Now this is the real deal. That is signalled during the first few bars of the opening track and is the case through the entire fifty-minute album. As it happens, Elvin Jones figures in the backstory here, too. In 2012, Feinberg released The Elvin Jones Project (Sunnyside), with Billy Hart on drums (and Blues Variant's Leo Genovese on piano). The bassist has a groove-centric, expansive approach to music and has, he says in the liners, "always been chasing Elvin." Blues Variant's Nasheet Waits is a less polyrhythmic drummer than Jones, though he touches on him on Genovese's "Gather Power." But he stokes the fire alright and is locked in snugly with Feinberg throughout the disc. Another ancestor who figures on the album is John Coltrane, echoes of whom resonate in Noah Preminger's tenor and Dave Liebman's soprano (Liebman guests on three of the ten tracks).

There are also shades of Cannonball Adderley / Joe Zawinul circa "Mercy, Mercy, Mercy," most explicitly perhaps on "The Healing Power Of Grits," one of seven Feinberg originals. The soulful vibe is heard throughout the album, including on the lovely Feinberg ballad, "Cycle Song," and on tunes using 3/4 and 5/4 as much as on those in 4/4 with a backbeat. Referring to the over-arching importance of emotional engagement, Feinberg writes of Preminger: "He's one of the most technically virtuosic saxophonists—and that's the least impressive thing about what he does." And of Waits: "[He] plays all my really hard music in ways that can make it sound effortless." Of Genovese he says: "He's like a shaman."
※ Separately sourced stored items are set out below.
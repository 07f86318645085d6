import { useCouponLayout } from '../../../components/plate/evidence-plate';
import { FlatFace } from '../../../components/plate/flat-face';
import { platePhotoOf } from '../../../components/plate/plate-photo';
import { PlateThumbnail } from '../../../components/plate/plate-thumbnail';
import type { RecipeFace as Face } from '../recipes.api';

/** The plate's face in a row: the cells alone, the cell that stands for the recipe ringed. */
export function RecipeFace({ face }: { face: Face }) {
  const { rows, columns, cellMm, gapMm, couponCode: code, address } = face;
  const layout = useCouponLayout({ rows, columns, cellMm, gapMm, code });
  const photo = platePhotoOf(face.photo, 'small');
  const label = `Coupon ${code}, cell ${address}`;
  if (photo === undefined) return <PlateThumbnail layout={layout} cells={NO_CELLS} chosen={address} label={label} />;
  return <FlatFace photo={photo} layout={layout} chosen={address} label={label} />;
}

const NO_CELLS = {};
There is only one cover on the album, of Herbie Hancock's "Eye Of The Hurricane." In the interest of balance and fairness, try the "Four By Five" test applied to Alex Sipiagin's album. Listen to Feinberg and company's metrically modulated version, then the original on Maiden Voyage (Blue Note, 1965). They are different, but it would be ridiculous to say one is "better" than the other.

Feinberg's final sentence in the liners gets to the nub of things. "It all comes down to authenticity," he says.

Tracks and Personnel

Mel's Vision

Tracks: Mel's Vision; Summer's End; Four By Five; Maritima; Vesnianka; Bird Food; Balmoral Point; Peggy's Blue Skylight; Bird Food (alternate take).

Personnel: Alex Sipiagin: trumpet, flugelhorn (2, 4); Chris Potter: tenor saxophone; Johnathan Blake: drums; Matt Brewer: bass; David Kikoski: piano.

Blues Variant

Tracks: Blues Variant; Saqqara; High Or Booze; The Healing Power Of Grits; Eye Of The Hurricane; The Water Spirit Brought Us, The Water Spirit Will Take Us Home; Gather Power; Improvisation (for Leslie); Cycle Song; Year Of The Ox.

Personnel: Michael Feinberg: bass; Noah Preminger: tenor saxophone; Nasheet Waits: drums; Leo Genovese: piano, Rhodes (3, 4, 9); Dave Liebman: soprano saxophone (5-7).